# ECE 466

## Knowledge-System Engineering

Spring

Required Course:
No

### Course Level

Undergraduate

### Units

3

### Course Texts

Russell, Stuart, and Peter Norvig. *Artificial Intelligence: A Modern Approach*. 3rd ed. Pearson, 2009.

### Schedule

150 minutes lecture per week

### Course Description

Design and implementation of knowledge-based software systems, machine intelligence, expert system design, reasoning under uncertainty, advanced automated problem solving methods, case-based reasoning, machine learning, genetic algorithms, distributed intelligent systems, logical foundations of knowledge systems. Applications to robotics, manufacturing and CAD.

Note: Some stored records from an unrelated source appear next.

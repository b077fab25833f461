package identify

import (
	"math"
	"math/rand/v2"
	"testing"

	"gainwright/tune/trace"
)

func TestQuiet(t *testing.T) {
	// A slope with ±1 on top, by hand: the line through +1, −1, +1, −1 … about it leaves
	// an RMS near 1.
	var v []float64
	for i := range 400 {
		v = append(v, 5+0.01*float64(i)+float64(1-2*(i%2)))
	}
	q := QuietOf(v)
	if math.Abs(q.RMS-1) > 0.01 || math.Abs(q.Peak-1) > 0.02 || math.Abs(q.Mean-6.995) > 1e-9 {
		t.Errorf("%+v", q)
	}
	if q = QuietOf([]float64{0, 0.5, 0, 1.5, 0.5}); math.Abs(q.Step-0.5) > 1e-12 {
		t.Errorf("smallest step %g, want 0.5", q.Step)
	}
	// 2000 counts a turn over 4 ms are 0.785 rad/s a step: a tenth of 7.85.
	if low := LowestSetpoint(2*math.Pi/2000/0.004, 0.1); math.Abs(low-7.854) > 1e-3 {
		t.Errorf("lowest setpoint %g", low)
	}
}

// A loop that runs 2 % slow and jitters by 20 µs, every fifth loop sampled, some
// samples lost.
func TestClock(t *testing.T) {
	rng := rand.New(rand.NewPCG(61, 1))
	tr, lost := &trace.Trace{}, 0
	for i := range 600 {
		if i%37 == 5 {
			lost++
			continue
		}
		tr.Time = append(tr.Time, float64(i)*5*1.02e-3+20e-6*rng.NormFloat64())
	}
	c, err := ClockOf(tr, 1e-3)
	if err != nil {
		t.Fatal(err)
	}
	if c.Loops != 5 || math.Abs(c.Loop/1.02e-3-1) > 1e-4 || math.Abs(c.Jitter/20e-6-1) > 0.12 || c.Missing != lost {
		t.Errorf("%+v", c)
	}
	if math.Abs(c.Loop-1.02e-3) > 4*c.LoopSD {
		t.Errorf("loop %.9g ± %.2g", c.Loop, c.LoopSD)
	}
}

// A winding behind a driver that loses 0.2 V and a sensor whose zero is off by 30 mA.
func TestLockedRotor(t *testing.T) {
	rng := rand.New(rand.NewPCG(61, 2))
	hit, n := 0, 40
	for range n {
		tr := &trace.Trace{}
		for k, v := range []float64{0, 0.5, 0.9, 0, -0.5, -0.9, 0} {
			for i := range 100 {
				cur := 0.03 + 0.02*rng.NormFloat64()
				if v != 0 {
					cur += (v - math.Copysign(0.2, v)) / 2.6 * (1 - math.Exp(-float64(i)*0.002/0.001))
				}
				tr.Time = append(tr.Time, float64(k*100+i)*0.002)
				tr.Voltage, tr.Speed, tr.Current = append(tr.Voltage, v), append(tr.Speed, 0), append(tr.Current, cur)
			}
		}
		l, err := FitLocked(tr, 0.2)
		if err != nil {
			t.Fatal(err)
		}
		if math.Abs(l.R/2.6-1) > 0.12 {
			t.Errorf("R %.4g", l.R)
		}
		if math.Abs(l.R-2.6) < 1.96*l.RSD {
			hit++
		}
	}
	if hit < 34 {
		t.Errorf("%d of %d intervals hold the truth", hit, n)
	}
}

// An encoder behind free play of 0.3 rad: the motor is turned by what is left of the
// volts when R·I is taken away, and nothing is counted meanwhile.
func TestLostMotionOfACoupling(t *testing.T) {
	const ohms, ke, h, free = 2.0, 0.05, 0.002, 0.3
	tr := &trace.Trace{RadPerCount: 0.003}
	at, counts := 0.0, 0.0
	ramp := func(dir, play float64) {
		turned := 0.0
		for v, seen := 0.1, false; ; v += 0.004 {
			amps, w := v/ohms, 0.0
			if v > 0.9 { // breaks away: from here on at 8 rad/s
				w = 8
				amps = (v - ke*w) / ohms
			}
			if turned += w * h; turned > play {
				counts, seen = counts+dir*w*h/0.003, true
			}
			at += h
			tr.Time, tr.Voltage, tr.Current = append(tr.Time, at), append(tr.Voltage, dir*v), append(tr.Current, dir*amps)
			tr.Counts, tr.Speed = append(tr.Counts, math.Floor(counts)), append(tr.Speed, 0)
			if seen && turned > play+0.2 {
				break
			}
		}
		for range 100 {
			at += h
			tr.Time, tr.Voltage, tr.Current = append(tr.Time, at), append(tr.Voltage, 0), append(tr.Current, 0)
			tr.Counts, tr.Speed = append(tr.Counts, math.Floor(counts)), append(tr.Speed, 0)
		}
	}
	for i := range 8 {
		dir := float64(1 - 2*(i%2))
		ramp(dir, free)
		ramp(dir, 0)
	}
	m, err := FitLostMotion(tr, ohms, ke)
	if err != nil {
		t.Fatal(err)
	}
	turned, same := MeanOf(m.Turned, nil), MeanOf(m.Same, nil)
	if math.Abs(turned.Value-same.Value-free) > 0.03 || turned.N < 6 || same.N < 6 {
		t.Errorf("turned %+v, same %+v, want %g apart", turned, same, free)
	}
}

May be convened with ECE 566.

### Learning Outcomes

By the end of this course, the student will be able to:

- Understand propositional and first-order logic
- Represent information in first-order logical formulas, and perform formula unification/matching
- Understand forward and backward automated inference
- Formulate problems as state-space search
- Develop programs for breadth-first, depth-first, heuristic, and hill-climbing searches
- Represent information in semantic networks
- Understand constraint networks, constraint satisfaction, and develop programs for constraint satisfaction
- Understand genetic operators, genetic optimization and genetic learning, and write programs for this purpose
- Understand Bayes rules, Bayesian belief networks, and evidence accumulation

### Course Topics

- Knowledge representation in first-order logic, matching and unification of first-order logic formulae (2 lectures)
- Rule-based expert systems, rule firing, forward and backward chaining (2 lectures)
- Automated planning and problem solving, total-order problem solvers, least-commitment planning, hierarchical problem solving (4 lectures)
- Search methods, depth-first search, breadth-first search, heuristic search, greedy search, A* algorithms, hill climbing (2 lectures)
- Structured knowledge representation; representing knowledge using frames, objects and semantic networks; first-order logic correspondence; matching; inheritance; defaults; and automated inference (2 lectures)
- Constraints, constraint networks, constraint satisfaction, node and arc consistency, compound labeling, constraint satisfaction algorithms, problem reduction, back jumping, interval constraints, interval calculus, algorithms for interval constraint satisfaction (4 lectures)
- Genetic algorithms, genetic representation of knowledge, fitness functions, genetic operators, genetic search and optimization, genetic learning (2 lectures)
- Bayesian probabilistic networks, fundamentals of probability theory, likelihood vectors and conditional probability matrices, hierarchical propagation of evidence, computational algorithms for general networks (5 lectures)
- Dempster-Shafer theory of evidence, belief interval representations for uncertainty, evidence accumulation and propagation (2 lectures)
- Knowledge-based decision systems, utility theory, utility functions, decision networks, decision-theoretic knowledge systems, sequential decision problems, value iteration (3 lectures)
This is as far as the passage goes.